Mary P: text and commentary and sound:

John: text and commentary and sound:

Jessica: text and commentary and image.

Jeewon: commentary and images.



Othello, 3.3.347-75 (“give me the ocular proof”)

I had been happy if the general camp,
Pioneers and all, had tasted her sweet body,
So I had nothing known. O, now for ever
Farewell the tranquil mind; farewell content;
Farewell the plumèd troops, and the big wars
That makes ambition virtue—O, farewell!
Farewell the neighing steed and the shrill trump,
The spirit-stirring drum, th’ear-piercing fife,
The royal banner, and all quality,
Pride, pomp, and circumstance of glorious war;
And O you mortal engines, whose rude throats
Th’immortal Jove’s dread clamours counterfeit,
Farewell! Othello’s occupation’s gone.

Is’t possible, my lord?

Villain, be sure thou prove my love a whore!
Be sure of it; give me the ocular proof;

[He seizes Iago by the throat]
Or, by the worth of mine eternal soul,
Thou hadst been better have been born a dog
Than answer my waked wrath!

Is ’t come to this?

Make me to see ’t, or at the least so prove it
That the probation bear no hinge nor loop
To hang a doubt on, or woe upon thy life!

My noble lord—

If thou dost slander her and torture me,
Never pray more. Abandon all remorse;
On horror’s head horrors accumulate;
Do deeds to make heaven weep, all Earth amazed;
For nothing canst thou to damnation add
Greater than that.

There are so many iconic music/sound moments in this play that I hope we’ll get to talk about, hopefully via people’s exercises (the drinking songs, the Willow Song, the importance of vocal dynamics to Iago’s trickery, the handkerchief refrain, etc.). But this moment of Othello the orator caught my attention, particularly the lines I’ve bolded above (which I also used for my sound representation below.)

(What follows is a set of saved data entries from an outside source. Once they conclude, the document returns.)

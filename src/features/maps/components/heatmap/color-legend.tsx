import type { LayerScale } from "../../lib/color-scale";
import { layerCaveat } from "../../lib/color-scale";
import { formatLayerValue, type PatternIds } from "../../lib/cell-paints";
import { SPECIAL_FILLS } from "../../lib/palettes";
import { wrapText } from "../../lib/wrap-text";
import { FONT } from "./figure-axes";

export interface LegendExtras {
  /** Some cell has a value in this layer (else the key says so instead of showing a bare bar). */
  values: boolean;
  pending: boolean;
  empty: boolean;
  failed: boolean;
}

const BAR_H = 12;

/** Lines of the legend's text and its total height at this width (the figure sizes itself by it). */
export function legendLayout(scale: LayerScale, width: number) {
  const chars = Math.max(24, Math.floor(width / 6.2));
  const unit = wrapText(scale.layer.unit, chars);
  const caveat = wrapText(layerCaveat(scale.layer), chars);
  const categoryRows = scale.kind === "category" ? Math.ceil(scale.entries.length / Math.max(1, Math.floor(width / 230))) : 0;
  const body = scale.kind === "category" ? categoryRows * 20 : BAR_H + 20;
  const height = 18 + unit.length * 14 + 6 + body + caveat.length * 14 + 24;
  return { unit, caveat, height, categoryRows };
}

function Swatch({ x, fill, label }: { x: number; fill: string; label: string }) {
  return (
    <g transform={`translate(${x},0)`}>
      <rect width={14} height={12} rx={2} fill={fill} stroke={SPECIAL_FILLS.pendingHatch} strokeWidth={0.5} />
      <text x={19} y={10} fontSize={11} fontFamily={FONT} fill={SPECIAL_FILLS.inkSoft}>
        {label}
      </text>
    </g>
  );
}

function ContinuousBar({ scale, width, gradientId }: { scale: Extract<LayerScale, { kind: "continuous" }>; width: number; gradientId: string }) {
  const barW = Math.min(width, 340);
  const [lo, hi] = scale.domain;
  const t = scale.transform === "log" ? Math.log10 : (v: number) => v;
  const pos = (v: number) => ((t(v) - t(lo)) / (t(hi) - t(lo) || 1)) * barW;
  const stops = Array.from({ length: 17 }, (_, k) => scale.lut[Math.round((k / 16) * (scale.lut.length - 1))]);
  return (
    <g>
      <defs>
        <linearGradient id={gradientId} x1="0" x2="1" y1="0" y2="0">
          {stops.map((c, k) => (
            <stop key={k} offset={k / 16} stopColor={c} />
          ))}
        </linearGradient>
      </defs>
      <rect width={barW} height={BAR_H} rx={2} fill={`url(#${gradientId})`} stroke={SPECIAL_FILLS.pendingHatch} strokeWidth={0.5} />
      {scale.ticks.map((v) => (
        <g key={v} transform={`translate(${pos(v)},0)`}>
          <line y1={BAR_H} y2={BAR_H + 4} stroke={SPECIAL_FILLS.inkSoft} />
          <text y={BAR_H + 15} textAnchor="middle" fontSize={10.5} fontFamily={FONT} fill={SPECIAL_FILLS.inkSoft}>
            {formatLayerValue(scale.layer.id, v)}
          </text>
        </g>
      ))}
    </g>
  );
}

/** The colour key under the heatmap: layer, unit, the colour bar or categories, caveat, special cells. */
export function ColorLegend(p: { scale: LayerScale; width: number; extras: LegendExtras; patterns: PatternIds; gradientId: string }) {
  const { scale, width } = p;
  const layout = legendLayout(scale, width);
  let y = 12;
  const perRow = Math.max(1, Math.floor(width / 230));
  const afterUnit = 18 + layout.unit.length * 14 + 6;
  const afterBody = afterUnit + (scale.kind === "category" ? layout.categoryRows * 20 : BAR_H + 20);
  return (
    <g aria-label={`Colour key: ${scale.layer.label}`}>
      <text y={y} fontSize={12} fontWeight={600} fontFamily={FONT} fill={SPECIAL_FILLS.ink}>
        {scale.layer.label}
      </text>
      {layout.unit.map((line, k) => (
        <text key={k} y={(y += 14)} fontSize={11} fontFamily={FONT} fill={SPECIAL_FILLS.inkSoft}>
          {line}
        </text>
      ))}
      <g transform={`translate(0,${afterUnit})`}>
        {!p.extras.values ? (
          <text y={12} fontSize={11} fontFamily={FONT} fill={SPECIAL_FILLS.inkSoft}>
            No cell has a value in this layer yet.
          </text>
        ) : scale.kind === "continuous" ? (
          <ContinuousBar scale={scale} width={width} gradientId={p.gradientId} />
        ) : (
          scale.entries.map((e, k) => (
            <g key={e.code} transform={`translate(${(k % perRow) * 230},${Math.floor(k / perRow) * 20})`}>
              <Swatch x={0} fill={e.color} label={e.label} />
            </g>
          ))
        )}
      </g>
      {layout.caveat.map((line, k) => (
        <text key={k} y={afterBody + 10 + k * 14} fontSize={11} fontStyle="italic" fontFamily={FONT} fill={SPECIAL_FILLS.inkSoft}>
          {line}
        </text>
      ))}
      <g transform={`translate(0,${afterBody + layout.caveat.length * 14 + 6})`}>
        {[
          p.extras.pending && { fill: `url(#${p.patterns.pending})`, label: "pending" },
          p.extras.empty && { fill: SPECIAL_FILLS.empty, label: "no value for this layer" },
          p.extras.failed && { fill: `url(#${p.patterns.failed})`, label: "failed" },
        ]
          .filter((s): s is { fill: string; label: string } => Boolean(s))
          .map((s, k) => (
            <Swatch key={s.label} x={k * Math.min(150, width / 3)} fill={s.fill} label={s.label} />
          ))}
      </g>
    </g>
  );
}
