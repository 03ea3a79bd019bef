import { HeatmapRect } from "@visx/heatmap";
import { memo, useMemo } from "react";
import type { CellPaint } from "../../lib/cell-paints";

interface HeatCellsProps {
  muSteps: number;
  tauSteps: number;
  width: number;
  height: number;
  paints: readonly CellPaint[];
  /** Slot that takes Tab focus (roving tabindex); −1 when the grid is not interactive. */
  active: number;
}

type Column = { i: number; bins: number[] };

/**
 * One rect per cell, laid out by visx's HeatmapRect (column i along μ, row j along τ, τ growing
 * upwards). Plain host elements with no handlers or inline styles of their own (the parent
 * listens, and styles them through one class), so 4096 cells stay cheap to draw and re-colour.
 */
export const HeatCells = memo(function HeatCells({ muSteps, tauSteps, width, height, paints, active }: HeatCellsProps) {
  const columns = useMemo<Column[]>(
    () => Array.from({ length: muSteps }, (_, i) => ({ i, bins: Array.from({ length: tauSteps }, (_, j) => j) })),
    [muSteps, tauSteps],
  );
  const bw = width / muSteps;
  const bh = height / tauSteps;
  const gap = Math.min(bw, bh) > 8 ? 1 : 0;
  const interactive = active >= 0;
  return (
    <HeatmapRect<Column, number>
      data={columns}
      bins={(c) => c.bins}
      count={(j) => j}
      binWidth={bw}
      binHeight={bh}
      gap={gap}
      xScale={(i) => i * bw}
      yScale={(j) => (tauSteps - 1 - j) * bh}
    >
      {(grid) =>
        grid.flatMap((col) =>
          col.map((cell) => {
            const k = cell.column + cell.row * muSteps;
            const paint = paints[k];
            return (
              <rect
                key={k}
                data-k={k}
                x={cell.x}
                y={cell.y}
                width={Math.max(0.5, cell.width)}
                height={Math.max(0.5, cell.height)}
                fill={paint.fill}
                fillOpacity={paint.dim ? 0.22 : undefined}
                role={interactive ? "button" : undefined}
                tabIndex={interactive ? (k === active ? 0 : -1) : undefined}
                aria-label={interactive ? paint.label : undefined}
              />
            );
          }),
        )
      }
    </HeatmapRect>
  );
});
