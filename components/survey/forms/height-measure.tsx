import { useEffect, useState } from 'react';
import { StyleSheet, View } from 'react-native';
import { Select, Tabular, TextField, Txt } from '@/components/ui';
import { colors, radii, spacing } from '@/constants/theme';
import { useUnits } from '@/hooks/use-units';
import { TiltButton } from '../clinometer/tilt-button';
import { DEFAULT_EYE_HEIGHT_M, HEIGHT_METHODS, checkHeight, emptyHeightTexts, type HeightMethod, type HeightTexts } from './height-form-logic';
import { heightMath } from './height-math';

export type MeasuredHeight = { heightM: number; method: HeightMethod; inputs: Record<string, number> };

const METHOD_LABEL: Record<HeightMethod, string> = { tangent: 'Level ground', 'two-angle': 'Sloping ground', percent: 'Percent scale', sine: 'Rangefinder' };
const METHOD_HOW: Record<HeightMethod, string> = {
  tangent: 'Stand back about the tree’s height on level ground. Measure the level distance to the trunk, then the angle up to the highest point a line could go over.',
  'two-angle': 'On a slope: the level distance to the trunk, the angle up to the top and the angle to the base (negative when the base is below your eyes).',
  percent: 'With a percent-scale clinometer: the level distance, the reading at the top and at the base (negative below eye level).',
  sine: 'With a laser rangefinder: the slant distance straight to the top and the angle it shows, plus your eye height (level ground).',
};

/** The guided height measurement. Reports a result only when the readings make sense. */
export function HeightMeasure({ onResult, testID }: { onResult: (r: MeasuredHeight | null) => void; testID: string }) {
  const { lengthToM, mToLength, lengthUnit, formatLengthM } = useUnits();
  const [method, setMethod] = useState<HeightMethod>('tangent');
  const [t, setT] = useState<HeightTexts>(() => emptyHeightTexts(String(Math.round(mToLength(DEFAULT_EYE_HEIGHT_M) * 10) / 10)));
  const r = checkHeight(method, t, lengthToM, heightMath);
  const anyTyped = Object.entries(t).some(([k, v]) => k !== 'eyeHeight' && v.trim() !== '');
  useEffect(() => {
    onResult(r.ok ? { heightM: r.heightM, method: r.method, inputs: r.inputs } : null);
  }, [r.ok ? `${r.method}:${r.heightM}` : 'none']);
  const set = (k: keyof HeightTexts) => (v: string) => setT((old) => ({ ...old, [k]: v }));
  const err = (k: keyof HeightTexts) => (!r.ok && t[k].trim() !== '' ? r.errors[k] : undefined);
  const angleUnit = method === 'percent' ? '%' : '°';
  return (
    <View style={styles.box} testID={testID}>
      <Select label="How are you measuring?" testID={`${testID}-method`} value={method} onChange={setMethod} options={HEIGHT_METHODS.map((m) => ({ value: m, label: METHOD_LABEL[m] }))} />
      <Txt variant="caption" color={colors.inkMuted} style={styles.how}>{METHOD_HOW[method]}</Txt>
      {method === 'sine'
        ? <TextField label="Slant distance to the top" testID={`${testID}-slant`} suffix={lengthUnit} inputMode="decimal" value={t.slant} onChangeText={set('slant')} error={err('slant')} />
        : <TextField label="Level distance to the trunk" testID={`${testID}-distance`} suffix={lengthUnit} inputMode="decimal" value={t.distance} onChangeText={set('distance')} error={err('distance')} />}
      <TextField label={method === 'sine' ? 'Angle to the top' : method === 'percent' ? 'Reading to the top' : 'Angle to the top'} testID={`${testID}-top`} suffix={angleUnit} inputMode="decimal" value={t.top} onChangeText={set('top')} error={err('top')} />
      {method !== 'percent' ? <TiltButton target="top" testID={`${testID}-tilt-top`} onAngle={(deg) => set('top')(String(deg))} /> : null}
      {method === 'two-angle' || method === 'percent' ? (
        <>
          <TextField label={method === 'percent' ? 'Reading to the base' : 'Angle to the base'} testID={`${testID}-base`} suffix={angleUnit} inputMode="decimal" value={t.base} onChangeText={set('base')} error={err('base')} hint="Negative when the base is below your eyes" />
          {method === 'two-angle' ? <TiltButton target="base" testID={`${testID}-tilt-base`} onAngle={(deg) => set('base')(String(deg))} /> : null}
        </>
      ) : (
        <TextField label="Your eye height" testID={`${testID}-eye`} suffix={lengthUnit} inputMode="decimal" value={t.eyeHeight} onChangeText={set('eyeHeight')} error={err('eyeHeight')} />
      )}
      {r.ok ? (
        <View style={styles.result} testID={`${testID}-result`}>
          <Txt variant="label">Height</Txt>
          <Tabular size={26} strong>{formatLengthM(r.heightM)}</Tabular>
        </View>
      ) : anyTyped ? <Txt variant="caption" color={colors.inkMuted}>Fill in the readings above to get the height.</Txt> : null}
      {r.questions.map((q) => <Txt key={q} color={colors.warning} variant="caption">⚠ {q}</Txt>)}
    </View>
  );
}

const styles = StyleSheet.create({
  box: { borderWidth: 2, borderColor: colors.lineSoft, borderRadius: radii.l, padding: spacing.m, marginBottom: spacing.l, backgroundColor: colors.surface },
  how: { marginBottom: spacing.m },
  result: { flexDirection: 'row', alignItems: 'baseline', gap: spacing.m, padding: spacing.s, backgroundColor: colors.okSoft, borderRadius: radii.m, marginTop: spacing.s },
});
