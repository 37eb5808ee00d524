/**
 * A number typed on a phone keyboard: accepts "0.005", "0,005" (the decimal comma many keyboards offer),
 * "-12.5" and "5e-3"; empty text or anything else gives null so the form can say what it expected.
 */
export function parseDecimal(text: string): number | null {
  const t = text.trim().replace(',', '.');
  if (t === '' || !/^[-+]?(\d+\.?\d*|\.\d+)(e[-+]?\d+)?$/i.test(t)) return null;
  const v = Number(t);
  return Number.isFinite(v) ? v : null;
}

I was struck how Othello here creates an aural soundscape in his lament (/valediction?/elegy?), with quasi-onomatopoeic descriptors of the sounds of war: the syncopated /s/s and /r/s of “spirit-stirring,” the bray of “neighing.” Why is it sound that Othello ultimately latches onto, contrasted against the other lesser-developed senses of taste (“tasted her sweet body”) and sight (“plumed troops,” “royal banner”)? (We’d do well to recall that it is Othello’s visuals “of antres vast and deserts idle,” rendered enchanting by his eloquence, that make his life story in 1.3 so memorable.) Of course, this intense inventory of sound here highlights by contrast Othello’s call for “ocular proof,” and his obsession with “seeing” Desdemona’s treachery, a treachery that has its basis only in false words, which in turn warp the visual reality Othello “sees.”

In a description extending two full lines, cannons (“mortal engines”) are personified as having “throats” that mimic the sound of thunder, an image swiftly followed by a literal throat: Iago’s, seized by Othello in a stage direction. The supreme irony is that through this action, Othello unwittingly identifies the very “mortal engine”—Iago’s vocal cords—that is the instrument of his demise; to dovetail off of Yan’s post, Othello, for a brief moment, silences the whispering devil that has been pouring lies into his ear, with Iago managing only to squeak out impotent half-lines at best. (The Kenneth Branagh film version makes this dynamic all the more explicit by cutting Iago’s lines entirely and having Othello steamroll through his speech at an increasing pitch, as he chokes and nearly drowns Iago.)

I was curious as to how phonemes are operating in this passage that takes up sound as its subject and voice in its staging, and thought I’d take a stab at testing Smith’s claim that “volume control is written into scripts for the stage” (226). Given Othello’s affective range in this passage (as opposed to the level-headed storyteller we see in Act 1), how does the passage’s phonemic composition script volume? Using Smith’s chart on p. 226, I came up with the following color coding system for visualizing the relative intensities of the various phonemes:

I encountered many methodological challenges, and this is a rough approximation for sure, riddled with errors and best guesses. But it shows some connections I may not have made as a reader otherwise: the least intense phonemic combinations are concentrated in the beginning and end of the passage, giving the overall passage the visual shape of a bell curve; the first two lines I analyzed lack the intense /o/ sounds that pepper the rest of the lines and reach an apex arguably in “whore”—a keyword in the play that comes to describe each female character. “Whore” is doubly emphasized by echoing the sounds of Iago’s “lord” in the previous line and offsetting the high volume vowel with the low volume fricative /h/. We can also draw connections between words based on their comparable intensities (“all” and “war”) or sound progression (e.g., those words like “steed,” “trump,” “spirit,” “pride,” and “pomp,” beginning and ending with low-volume consonants).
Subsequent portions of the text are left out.